Calculate the empirical p-value of the cluster most enriched for DUX4 targets by sampling — (6 pts)
step 1:
- identify which cluster is the most enriched for DUX4 targets using
Geneoverlap
. - assign the cluster number as a variable named
c
to use later.
# read in data
cd <- read_tsv(here("data", "dux4_clustering_results.csv.gz"))
# list of genes by dux4 targeting
duxList <- split(cd$gene_symbol, cd$target)
# list of genes by clustering
clustList <- split(cd$gene_symbol, as.factor(cd$Cluster))
# calculate all overlaps between lists
gom.duxclust <- newGOM(duxList,
clustList,
genome.size = nrow(cd)
)
# retrieve p-values for each cluster and sort
getMatrix(gom.duxclust, "pval") |>
t() |>
as.data.frame() |>
rownames_to_column(var = "clust") |>
as.tibble() |>
arrange(target)
# which cluster has the lowest p-value?
c <- 5
step 2:
determine the number of total genes in that cluster. save this as a variable named
cN
to use later. you will need to know this to figure out how many genes to sample from the whole data set. the size matching will make it so the random samples in your null distribution is better matched to your observation specific to the cluster of interest.determine the number of DUX4 targets in the cluster. save this as a variable named
cNt
to use later. this is the number that you are interested in comparing between the null distribution and your observation. remember, the p-value tells you the probability that the null hypothesis could generate an equal or more extreme observation.
step 3:
generate 1000 random sample of the size cN
from all genes in the data set, and for each random sample save the number of genes that are DUX4 targets. this is your null distribution.

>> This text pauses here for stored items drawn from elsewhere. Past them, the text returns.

export async function calibrate(plan: Plan, opts: CalibrateOptions = {}): Promise<CalibrationRecord> {
	const sample = opts.sample ? await openSample(opts.sample, opts.maxFeatures) : null;
	if (sample) plan = sample.shape(plan);
	const t0 = performance.now();
	const elapsed = () => (performance.now() - t0) / 1000;
	const budgetSeconds = opts.budgetSeconds ?? 75;
	const seeds = opts.seeds ?? [1, 2];
	const strategies = opts.strategies ?? [...STRATEGIES];
	const maxRows = Math.min(opts.maxRows ?? 200_000, sample?.rows ?? Infinity);
	const ds = plan.dataset;
	const tr = plan.training;
	const features = Math.min(ds.features, opts.maxFeatures ?? 2 ** 24);
	const k = Math.min(ds.nnzPerRow, features);
	const notes: string[] = [];
	if (features < ds.features) notes.push(`synthetic data used ${features} features instead of ${ds.features} (weights capped at ${(features * 8) / 2 ** 20} MiB)`);
	if (sample) notes.push(...sample.notes(Math.min(ds.rows, opts.maxRows ?? 200_000)));
	const progress = (phase: CalibrationProgress['phase'], message: string) =>
		opts.onProgress?.({ phase, fraction: phase === 'done' ? 1 : Math.min(0.99, elapsed() / budgetSeconds), message });
	const owned = opts.workDir === undefined;
	const dir = opts.workDir ?? mkdtempSync(join(tmpdir(), 'loadline-calibration-'));
	try {
		progress('machine', 'measuring relative core speed');
		const references: number[] = [];
		const reference = () => {
			const r = median([0, 1, 2].map(() => measureCoreSpeed(0.03).nsPerUpdate));
			references.push(r);
			return r;
		};
		const kernelReference = reference();

		progress('kernel', 'measuring cost per coordinate update');
		const kernel: KernelPoint[] = [];
		const ks = [...new Set([Math.max(1, Math.round(k / 2)), Math.round(k), Math.min(features, Math.round(k * 2))])];
		const dims = [...new Set([features, ...(features / 16 >= 1024 ? [Math.round(features / 16)] : [])])];
		const real = ds.valueKind === 'real';
		// synthetic sets keep the plan's rows per feature: n/8 rows of a dataset with d/8 features converge in about
		// the epochs the whole dataset needs, n/8 rows at d in far fewer (benchmarks/results/rows-per-feature.md).
		// Those features are spread over all d indices, so the weight vector keeps the plan's footprint.
		const runFeatures = (rows: number) =>
			sample ? features : Math.min(features, Math.max(MIN_RUN_FEATURES, MIN_RUN_FEATURES_PER_NNZ * k, Math.round((ds.features * rows) / ds.rows)));
		// rounds over every (d, k) and the median of each, so a change in the machine's load while they are measured
		// touches them all alike
		const rounds = [0, 1, 2].map(() => dims.flatMap((d) => ks.map((kk) => measureKernel(kk, d, { real, seconds: 0.02, visit: true }))));
		kernel.push(...rounds[0].map((p, i) => ({ ...p, nsPerUpdate: median(rounds.map((r) => r[i].nsPerUpdate)) })));
		const kernelFit = fitKernelLines(kernel);
		// the same step over row sets beyond the CPU caches: rows of a large dataset sit further out in the memory hierarchy
		for (const rowBytes of [32 << 20, 128 << 20]) kernel.push(measureKernel(k, features, { real, seconds: 0.06, rowBytes, visit: true }));
		const nsCal = kernelNs(kernelFit, k, features);

		const files = new Map<string, string>();
		const dataFile = async (rows: number, seed: number, format: 'bin' | 'svm' = 'bin') => {
			const key = `${rows}-${seed}-${format}`;
			let path = files.get(key);
			if (!path) {
				path = join(dir, `rows-${key}.${format}`);
				if (sample) await sample.write(rows, seed, seeds[0], path, format);
				else await generateToFile({ rows, features: runFeatures(rows), indexRange: features, nnz: k, positive: ds.positiveFraction, noise: GENERATE_DEFAULTS.noise, skew: GENERATE_DEFAULTS.skew, values: ds.valueKind, seed }, path, format);
				files.set(key, path);
			}
			return path;
		};

		progress('decode', 'measuring decode and parse throughput');
		// about 16 MB of rows: a smaller file measures the fixed cost of opening and allocating more than the decoding
		const decodeRows = Math.max(MIN_ROWS, Math.min(200_000, Math.round(16e6 / (k * 6 + 8))));
		const decode = await measureDecode(await dataFile(decodeRows, seeds[0]), await dataFile(decodeRows, seeds[0], 'svm'));

		// the target machine's ratios
		const coreSpeed = REFERENCE_NS_PER_UPDATE / kernelReference;
		const scale = coreSpeed / plan.machine.coreSpeed;
		const targetReadBps = Math.min(plan.machine.diskMBps * 1e6, (decode.binaryMBps * 1e6) / scale);
		// reader rate here that keeps the trainer-to-reader ratio: the target rate × (core speed here / there)
		const calReadBps = targetReadBps * scale;
		const decodeBps = decode.binaryMBps * 1e6;
		if (calReadBps >= decodeBps * 0.9) notes.push(`the target reads faster relative to its cores than this machine can decode; runs were unthrottled (updates per read extrapolated)`);
		const throttle = (bps: number) => (bps >= decodeBps * 0.9 ? undefined : bps / 1e6);

		const runs: CalibrationRun[] = [];
		let weightLeft = strategies.reduce((a, s) => a + WEIGHTS[s], 0);
		for (const s of strategies) {
			// each strategy gets its weight's share of what is left, so an overrun is made up by the next ones
			const share = (Math.max(0, budgetSeconds - elapsed()) * WEIGHTS[s]) / weightLeft;
			weightLeft -= WEIGHTS[s];
			const started = elapsed();
			const referenceNs = reference();
			const targetFraction = budgetShape(plan, s, ds.rows, opts.memoryBytes).cacheFraction;
			const f1 = s === 'memory' ? 1 : Math.min(1, Math.max(MIN_FRACTION, targetFraction));
			const f2 = s === 'memory' ? 1 : f1 < 1 ? Math.min(1, f1 * 2) : 0.5;
			const bytesPerRowRam = cachedRowsBytes(s, 1000, k, ds.valueKind) / 1000;
			// rows so that the smallest budget holds the engine's minimum
			const needRows = Math.ceil(MIN_BUDGET[s] / (Math.min(f1, f2) * bytesPerRowRam));
			const pilotRows = Math.min(ds.rows, maxRows, Math.max(MIN_ROWS, needRows));
			/** `maxEpochs`: a cap from the time left (extra runs); a run stopped by it is marked capped */
			const runOne = async (rows: number, seed: number, fraction: number, readBps: number, maxEpochs?: number): Promise<CalibrationRun> => {
				const data = await dataFile(rows, seed);
				const logistic = tr.loss === 'logistic';
				const rowsRam = cachedRowsBytes(s, rows, k, ds.valueKind);
				// a whole-data budget gets headroom: generated row lengths scatter around k, and a cache a few rows short re-reads the file
				const rowBytes = fraction >= 1 ? rowsRam * FULL_HEADROOM : fraction * rowsRam;
				const used = runFeatures(rows);
				const memoryBytes = s === 'memory' ? undefined : budgetForRows(s, rows, features, logistic, Math.max(rowBytes, MIN_BUDGET[s]));
				const state = engineStateBytes(s, rows, features, logistic, memoryBytes);
				const diskMBps = throttle(readBps);
				const rep = await train({ data, loss: tr.loss, C: tr.C, tol: tr.tol, strategy: s, seed, memoryBytes, diskMBps, ...(maxEpochs !== undefined ? { maxEpochs } : {}) });
				const capped = maxEpochs !== undefined && maxEpochs < DEFAULT_MAX_EPOCHS && rep.gap > tr.tol;
				const bytesOnDisk = binaryBytesPerRow(rows, k, ds.valueKind) * rows;
				const rate = Math.min(diskMBps ? diskMBps * 1e6 : Infinity, decodeBps);
				if (capped) notes.push(`${s} at ${rows} rows, cache fraction ${fraction.toPrecision(2)}: stopped after ${rep.epochs.toFixed(0)} epochs by the calibration's time budget (gap ${rep.gap.toPrecision(3)}); left out of the fit`);
				else if (rep.gap > tr.tol) notes.push(`${s} at ${rows} rows stopped at the epoch limit with gap ${rep.gap.toPrecision(3)} above tol`);
				const run: CalibrationRun = {
					strategy: s,
					rows,
					...(used !== features ? { featuresUsed: used } : {}),
					seed,
					memoryBytes: memoryBytes ?? null,
					diskMBps: diskMBps ?? null,
					cacheFraction: s === 'memory' ? 1 : Math.min(1, (memoryBytes! - state) / rowsRam),
					blocks: s === 'block' || s === 'selective' ? Math.max(1, Math.ceil(1 / Math.min(1, (memoryBytes! - state) / rowsRam))) : 1,
					updatesPerRead: updatesPerRead(bytesOnDisk / rows, rate, nsCal * 1e-9),
					bytesOnDisk,
					epochs: rep.epochs,
					passes: rep.passes,
					updates: rep.updates,
					cacheHitRate: rep.cacheHitRate,
					readSeconds: rep.readSeconds,
					computeSeconds: rep.computeSeconds,
					wallSeconds: rep.wallSeconds,
					peakMemoryBytes: rep.peakMemoryBytes,
					outerIterations: rep.outerIterations,
					gap: rep.gap,
					...(capped ? { capped } : {}),
					referenceNs,
					// at most 40 (seconds, gap) points: enough for the convergence chart, small in the record
					trace: rep.trace.filter((_, i, all) => all.length <= 40 || i % Math.ceil(all.length / 40) === 0 || i === all.length - 1)
				};
				runs.push(run);
				progress(s, `${s}: ${rows} rows, cache fraction ${run.cacheFraction.toFixed(3)}, ${rep.passes} passes, ${rep.wallSeconds.toFixed(2)} s`);
				return run;
			};
			// a ladder of doubling row counts at the target's ratios while the next rung fits the share, keeping
			// room for the extra runs: the second seed at the new top (the curves weigh the top rung most, and one
			// stray draw there would carry the extrapolation alone), stream's second reader speed one rung below
			// it, and the second cache fraction on the smallest rung
			const ladder: CalibrationRun[] = [];
			let rows = pilotRows;
			try {
				while (true) {
					ladder.push(await runOne(rows, seeds[0], f1, calReadBps));
					const last = ladder[ladder.length - 1].wallSeconds;
					const growth = nextGrowth(ladder.map((r) => r.wallSeconds));
					const next = Math.min(ds.rows, maxRows, rows * 2);
					const spent = elapsed() - started;
					// growth is per doubling; the last rung may be a partial step up to the plan's rows
					const nextCost = last * growth ** Math.log2(next / rows);
					const extras = nextCost + (s === 'stream' ? last : 0) + (s === 'memory' ? 0 : ladder[0].wallSeconds);
					if (next <= rows || spent + nextCost + extras > share) break;
					rows = next;
				}
			} catch (err) {
				notes.push(`${s}: not calibrated at ${rows} rows (${err instanceof Error ? err.message : String(err)})`);
				if (ladder.length === 0) continue;
			}
			const top = ladder[ladder.length - 1];
			const below = ladder.length >= 2 ? ladder[ladder.length - 2] : top;
			const seed2 = seeds[1] ?? seeds[0] + 1;
			const left = () => share - (elapsed() - started);
			const fits = (rung: CalibrationRun, margin = 1.5) => rung.wallSeconds * margin <= left();
			// an extra run at other settings may converge far slower than the rung it copies (block minimization
			// with twice the blocks): its epochs are capped by the share left, at the rate the rung ran
			const epochCap = (rung: CalibrationRun) => {
				const perEpoch = rung.wallSeconds / Math.max(1, rung.epochs);
				return Math.max(5, Math.min(DEFAULT_MAX_EPOCHS, Math.floor(left() / Math.max(1e-6, perEpoch))));
			};
			// the second cache fraction on the smallest rung: its cost is the least predictable
			if (s !== 'memory' && fits(ladder[0])) await runOne(ladder[0].rows, seeds[0], f2, calReadBps, epochCap(ladder[0]));
			if (s === 'stream' && fits(below)) {
				// a second trainer-to-reader ratio: a 4× faster reader when the throttle allows, else half speed
				const faster = calReadBps * 4 < decodeBps * 0.9;
				await runOne(below.rows, seeds[0], f1, faster ? calReadBps * 4 : calReadBps / 2, epochCap(below));
			}
			// the second seed at the top rung, which the ladder kept room for; one rung below when the top took
			// longer than the ladder expected
			const seedAt = fits(top, 1) ? top : fits(below) ? below : null;
			if (seedAt) await runOne(seedAt.rows, seed2, f1, calReadBps, epochCap(seedAt));
		}
		// other load on the machine moves single measurements: state everything at the median load
		const typical = median(references);
		const toTypical = typical / kernelReference;
		const cpu = cpus();
		const record: CalibrationRecord = {
			kind: 'loadline-calibration',
			version: 1,
			machine: {
				cpuModel: cpu[0]?.model?.trim() ?? 'unknown',
				cores: cpu.length,
				ramBytes: totalmem(),
				node: process.version,
				platform: `${platform()} ${process.arch}`,
				date: new Date().toISOString(),
				coreSpeed: REFERENCE_NS_PER_UPDATE / typical,
				referenceNs: typical
			},
			plan,
			features,
			seeds,
			durationSeconds: elapsed(),
			kernel: kernel.map((p) => ({ ...p, nsPerUpdate: p.nsPerUpdate * toTypical })),
			decode: { binaryMBps: decode.binaryMBps / toTypical, textMBps: decode.textMBps / toTypical, gunzipMBps: decode.gunzipMBps / toTypical },
			runs,
			data: sample ? sample.data : { source: 'synthetic' },
			notes
		};
		progress('done', `calibrated in ${elapsed().toFixed(1)} s`);
		return record;
	} finally {
		if (owned) rmSync(dir, { recursive: true, force: true });
	}
}
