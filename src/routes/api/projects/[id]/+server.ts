import { json } from '@sveltejs/kit';
import { api, body } from '$lib/server/http.js';
import * as guard from '$lib/server/guard.js';
import * as projects from '$lib/server/projects.js';
import { projectUpdate } from '$lib/schemas/project.js';

export const GET = api(async (event) => {
	const { project } = await guard.project(event, event.params.id!, 'read');
	return json({ project });
});

export const PATCH = api(async (event) => {
	const { project } = await guard.project(event, event.params.id!, 'edit');
	const input = await body(event, projectUpdate);
	return json({ project: await projects.update(project.id, input) });
});

export const DELETE = api(async (event) => {
	const { project, team } = await guard.project(event, event.params.id!, 'manage');
	await projects.remove(project.id, team.id);
	return new Response(null, { status: 204 });
});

visualize the distribution of the # of DUX4 targets in these 1000 random (your null distribution) and overlay the number of DUX4 targets you observed in the cluster that was most enriched for DUX4 targets, cNt
.
# first simplify the problem by figuring out the # of DUX4 targets for 1 random sample
sample_n(tbl = cd, size = cN) |>
filter(target == "target") |>
nrow()
# create an empty vector for storing the # dux targets for each iteration. call this `sampled_targets`
sampled_targets <- vector()
# then use a for loop to do it 1000 times and save the results in `sampled_targets`
for (i in 1:1000) {
sampled_targets[i] <- sample_n(tbl = cd, size = cN) |>
filter(target == "target") |>
nrow()
}
ggplot(n, aes(x = sampled_targets)) +
geom_density() +
geom_vline(xintercept = cNt, color = "red") +
theme_cowplot()
# how many times did a simulation have more dux4 targets than `cNt`
sampled_targets[sampled_targets > cNt] |>
length()
What is the p-value?
p < 0.001
What is your interpretation?
The null hypothesis that the number of DUX4 targets in cluster 5 IS NOT WELL SUPPORTED.
The number of DUX4 targets in c5 is very unlikely to be explained by chance.